Stored items
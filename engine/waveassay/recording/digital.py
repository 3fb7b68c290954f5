"""Samples as a file stores them, and their physical values.

Values are ``gain * stored + offset`` with ``gain = (physical_max - physical_min) / (digital_max -
digital_min)`` (Kemp et al. 1992, Electroencephalogr Clin Neurophysiol 82:391-393).
"""

from dataclasses import dataclass
from typing import Any

import numpy as np
from numpy.typing import NDArray

from waveassay.contract import Floats

StoredArray = NDArray[np.signedinteger[Any]]
Scale = tuple[float, float]  # gain and offset

# Samples that are made physical at a time: they stay in the processor's cache.
_AT_ONCE = 1 << 15


@dataclass(frozen=True)
class Digital:
    """Samples of some signals as they are stored: 2 bytes each from EDF, 4 from BDF.

    Attributes
    ----------
    stored, scales : of each signal, in the order they were asked for.
    """

    stored: tuple[StoredArray, ...]
    scales: tuple[Scale, ...]

    def __len__(self) -> int:
        return len(self.stored)

    def physical(self, place: int, out: Floats | None = None) -> Floats:
        """Return a signal's samples in its own unit, as float64, shape (samples,).

        They are made anew whenever they are asked for, in ``out`` where it is given.
        """
        stored, (gain, offset) = self.stored[place], self.scales[place]
        made = np.empty(stored.size) if out is None else out
        for first in range(0, stored.size, _AT_ONCE):
            part = made[first : first + _AT_ONCE]
            np.copyto(part, stored[first : first + _AT_ONCE])
            part *= gain
            part += offset
        return made


def outside(stored: StoredArray, limits: tuple[int, int]) -> int:
    """Return how many stored values lie outside the digital limits."""
    lowest, highest = limits
    # The two extremes cost far less than an exact count.
    if not stored.size or (np.min(stored) >= lowest and np.max(stored) <= highest):
        return 0
    return int(np.count_nonzero((stored < lowest) | (stored > highest)))
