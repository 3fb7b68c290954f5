"""Files in: EDF, EDF+ and BDF recordings, their facts, gaps, annotations and samples."""

from waveassay.recording.digital import Digital
from waveassay.recording.errors import RecordingError
from waveassay.recording.facts import Annotation, Facts, SignalFacts
from waveassay.recording.reader import Recording, open_recording, read_facts

__all__ = [
    "Annotation",
    "Digital",
    "Facts",
    "Recording",
    "RecordingError",
    "SignalFacts",
    "open_recording",
    "read_facts",
]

Task description >>
Start with the line above that contains "StoredArray = NDArray[np.signedinteger[Any]]" and end with the line that contains "made = np.empty(stored.size)". Write out those lines exactly, and only those.

Output for this task >>
StoredArray = NDArray[np.signedinteger[Any]]
Scale = tuple[float, float]  # gain and offset

# Samples that are made physical at a time: they stay in the processor's cache.
_AT_ONCE = 1 << 15


@dataclass(frozen=True)
class Digital:
    """Samples of some signals as they are stored: 2 bytes each from EDF, 4 from BDF.

    Attributes
    ----------
    stored, scales : of each signal, in the order they were asked for.
    """

    stored: tuple[StoredArray, ...]
    scales: tuple[Scale, ...]

    def __len__(self) -> int:
        return len(self.stored)

    def physical(self, place: int, out: Floats | None = None) -> Floats:
        """Return a signal's samples in its own unit, as float64, shape (samples,).

        They are made anew whenever they are asked for, in ``out`` where it is given.
        """
        stored, (gain, offset) = self.stored[place], self.scales[place]
        made = np.empty(stored.size) if out is None else out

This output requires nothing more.